しかし、本人を見ても美人でスタイルがよく人当たりがよくて魅力的ではあるが、いたって普通の会社員のように見える――。何かを企んでいるようには見えないし、灰原の懐き方を見てもとても、黒の組織の関係者だとは思えなかった。
――ってか、バーボンって誰なんだよ――
「工藤? もうちっと頭を整理してから電話してくれんと全然わからんわ。
この電話でわかったことゆーたら、お前の家に行けばAさんといつでもあえるっちゅーことくらいやで?」
深夜、電話の向こうでオレのとりとめのない会話を聞かされている服部が呆れた声を出した。
Aさんは蘭と一緒に部屋で楽しそうに何かを話している。
そこにオレが混ざるわけにもいかず、おっちゃんもいないとなれば、服部に電話をして頭を整理することくらいしかなかった。
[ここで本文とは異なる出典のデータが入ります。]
MEASURED_FIELDS: dict[str, FieldSpec] = {f.key: f for f in (
    FieldSpec("time", "Time", "measurement.time_min", "min", ("min", "h"), 0.0, 10000.0,
              "Minutes since the start of the record (or a clock time HH:MM in the window).", lo_open=False,
              group="measurement"),
    FieldSpec("tidal-volume", "Tidal volume in use", "measurement.tidal_volume_ml", "mL", ("mL", "L"), 0.0,
              50000.0, "Tidal volume the patient receives now: exhaled volume by spirometry, or the set volume "
              "less what the circuit absorbs.", group="measurement"),
    FieldSpec("rate", "Rate in use", "measurement.rate_per_min", "1/min", ("1/min",), 0.0, 300.0,
              "Breath rate in use now.", group="measurement"),
    FieldSpec("paco2", "Measured PaCO2", "measurement.paco2_mmhg", "mmHg", ("mmHg", "kPa"), 5.0, 250.0,
              "Arterial PCO2 from a blood gas ('52 mmHg', '6.9 kPa').", group="measurement"),
    FieldSpec("etco2", "Measured EtCO2", "measurement.etco2_mmhg", "mmHg", ("mmHg", "kPa"), 0.0, 250.0,
              "End-tidal CO2 from the capnograph.", group="measurement"),
    FieldSpec("pao2", "Measured PaO2", "measurement.pao2_mmhg", "mmHg", ("mmHg", "kPa"), 0.0, 800.0,
              "Arterial PO2 from a blood gas.", group="measurement"),
    FieldSpec("spo2", "SpO2", "measurement.spo2_percent", "percent", ("percent",), 0.0, 100.0,
              "Pulse-oximeter saturation in % ('97' or '97 %').", lo_open=True, group="measurement"),
    FieldSpec("fio2", "FiO2", "measurement.fio2", "", ("", "percent"), 0.21, 1.0,
              "Inspired O2 fraction at the time of the measurement, 0.21-1 (or '50 %').", lo_open=False,
              group="measurement"),
    FieldSpec("mixed-expired-co2", "Mixed-expired PCO2", "deadspace.mixed_expired_mmhg", "mmHg", ("mmHg", "kPa"),
              0.0, 250.0, "Mean PCO2 of the expired gas (volumetric capnography, or gas collected from the "
              "expiratory limb).", group="deadspace"),
    FieldSpec("alveolar-co2", "Mean alveolar PCO2", "deadspace.alveolar_pco2_mmhg", "mmHg", ("mmHg", "kPa"),
              0.0, 250.0, "Mean alveolar PCO2 from the volumetric capnogram (phase III midpoint).",
              group="deadspace"),
    FieldSpec("apparatus-volume", "Apparatus volume", "deadspace.apparatus_ml", "mL", ("mL",), 0.0, 50000.0,
              "Volume of the parts between the Y-piece and the incisors, and the tube beyond the incisors.",
              lo_open=False, group="deadspace"),
)}
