"""The comparison window and the dead-space teaching view: open from the menus, follow edits, mark differences,
show the notice, never render a name as markup."""

from __future__ import annotations

import math

import pytest
from PySide6.QtWidgets import QApplication

from ventset.model import STANDING_NOTICE, ApparatusPart, Circuit, Patient, Request

CAT = Request(Patient("cat", 3.0))


def _settle():
    for _ in range(3):
        QApplication.processEvents()


@pytest.fixture
def cat_window(make_window):
    from ventset.gui.compare_menu import install

    w = make_window(CAT)
    install(w)
    return w


def _row(view, label):
    t = view.table
    return next(r for r in range(t.rowCount()) if t.item(r, 0).text().strip().lstrip("≠ ") == label)


def test_compare_opens_from_the_case_menu_with_an_hme_beside_the_patient(cat_window):
    assert cat_window.act_compare in cat_window.menu("Case").actions()
    cat_window.act_compare.trigger()
    view = cat_window._compare_view
    _settle()
    assert view.notice.text.text() == STANDING_NOTICE
    assert view.comparison is not None and len(view.comparison.setups) == 2
    r = _row(view, "Minute volume")
    assert view.table.item(r, 0).text().startswith("≠")
    assert view.table.item(r, 1).text() == "498 mL/min" and view.table.item(r, 2).text() == "720 mL/min"
    assert not view.table.item(_row(view, "CO2 output (VCO2)"), 0).text().startswith("≠")
    assert "[2] adds: [DANGER] TARGET_UNREACHABLE" in view.cautions.toPlainText()
    assert "NOTICE: " + STANDING_NOTICE in view.cautions.toPlainText()
    assert "NOTICE: " + STANDING_NOTICE in view.copy_text()
    assert view.breath_plots[0].isVisible() and view.breath_plots[1].isVisible()
    assert not view.breath_plots[2].isVisible()
    ranges = [p.plot.vb.viewRange()[0] for p in view.breath_plots[:2]]
    assert ranges[0] == pytest.approx(ranges[1])  # one scale for the paired breaths


def test_a_bad_setup_says_why_and_the_others_still_compare(cat_window):
    cat_window.act_compare.trigger()
    view = cat_window._compare_view
    view.editors[1].spec.setEditText("tube=wide")
    view.editors[2].spec.setEditText("circuit=rebreathing_paediatric")
    view.flush()
    assert view.editors[1].error.plainText().startswith("setup 3, Tube internal diameter: wide")
    assert [s.label for s in view.comparison.setups] == ["as entered", "add=hme_paediatric",
                                                         "circuit=rebreathing_paediatric"]
    assert view.numbers == [1, 2, 4]
    assert view.table.horizontalHeaderItem(3).text().startswith("[4]")
    view.editors[0].spec.setEditText("")
    view.editors[2].spec.setEditText("")
    view.flush()
    assert view.comparison is None and "Enter a change in setup 2" in view.status.plainText()


def test_compare_follows_the_main_window_patient(cat_window):
    from dataclasses import replace

    cat_window.act_compare.trigger()
    view = cat_window._compare_view
    ctl = cat_window.controller
    ctl.set_request(replace(CAT, patient=replace(CAT.patient, mass_kg=4.0)))
    ctl.flush()
    _settle()
    assert view.comparison.setups[0].plan.resolved.mass_kg == 4.0
    ctl.set_request(replace(CAT, patient=replace(CAT.patient, mass_kg=400.0)))  # not a cat: no comparison
    ctl.flush()
    _settle()
    assert view.comparison is None and "cannot be planned" in view.status.plainText()


def test_compare_shows_hostile_names_literally(make_window):
    from test_hostile_text import HOSTILE, markup_problems

    from ventset.gui.compare_view import CompareView

    req = Request(Patient("dog", 20.0, name=HOSTILE[0]), Circuit(parts=(ApparatusPart(HOSTILE[2], 3.0),)))
    w = make_window(req)
    view = CompareView(w.library, req, parent=w)
    view.editors[0].spec.setEditText(f"add={HOSTILE[1]}=2 mL")
    view.flush()
    view.show()
    _settle()
    assert view.comparison is not None
    assert markup_problems(view) == []
    cells = [view.table.item(r, c).text() for r in range(view.table.rowCount()) for c in range(1, 3)]
    assert any(HOSTILE[2] in x and HOSTILE[1] in x for x in cells)


def test_deadspace_view_moves_the_breath_and_marks_where_exchange_stops(cat_window):
    cat_window.act_deadspace.trigger()
    view = cat_window._deadspace_view
    _settle()
    first = cat_window.controller.plan
    assert view.current.plan.ventilation.expected_paco2_mmhg == pytest.approx(first.ventilation.expected_paco2_mmhg)
    assert view.notice.text.text() == STANDING_NOTICE
    view.added.set_value(10.0)
    _settle()
    ls = view.current
    assert ls.plan.ventilation.tidal_volume_ml == pytest.approx(first.ventilation.tidal_volume_ml)
    assert ls.plan.ventilation.expected_paco2_mmhg > 60
    assert ls.minute_needed_ml_min > first.ventilation.minute_ml_min
    assert view.plot.stops[0].value() == pytest.approx(ls.stop_ml)
    assert view.plot.now.value() == pytest.approx(ls.apparatus_ml)
    # VT(1 − f_alv) = VD_fixed: 30·0.9 − Stahl 2.76·3^0.96·0.8 (6.34 mL intubated airway) = 20.7 mL of apparatus + tube
    assert "Gas exchange stops at 20.7 mL" in view.readout_text()
    view.added.set_value(30.0)
    _settle()
    assert math.isinf(view.current.plan.ventilation.expected_paco2_mmhg)
    assert "NO GAS EXCHANGE" in view.readout_text() and "VT_NOT_ABOVE_DEAD_SPACE" in view.readout_text()
    assert "NOTHING exchanges gas" in view.breath.caption.plainText()


def test_dragging_the_line_sets_the_added_part(cat_window):
    cat_window.act_deadspace.trigger()
    view = cat_window._deadspace_view
    others = view.current.apparatus_ml
    view.plot.now.setValue(others + 6.0)
    view.plot.now.sigDragged.emit(view.plot.now)
    _settle()
    assert view.added.value() == pytest.approx(6.0, abs=view.added.step)
    assert view.current.apparatus_ml == pytest.approx(others + view.added.value())


def test_tube_length_and_free_settings(cat_window):
    cat_window.act_deadspace.trigger()
    view = cat_window._deadspace_view
    before = view.current.plan.dead_space.tube_ml
    view.tube.set_value(view.tube.value() * 4)
    _settle()
    assert view.current.plan.dead_space.tube_ml == pytest.approx(4 * before, rel=0.02)
    view.added.set_value(20.0)
    view.hold.setChecked(False)
    _settle()
    assert view.current.plan.limits.binding != ("fixed_by_user",)
    assert "chosen again" in view.readout_text()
しかし、赤井さんの生存を伝えるわけにもいかないし、大人三人のよくわからない恋愛模様を伝えることもできないので、服部に話せる話はごくわずかだ。
「だなー、別にいつでも会えるってわけでもねーぜ? 平日は仕事で忙しいだろうから毎晩ここに来るわけでもねーだろうし。勝手にこっちにくるなよ?」
一応、釘を刺しておく。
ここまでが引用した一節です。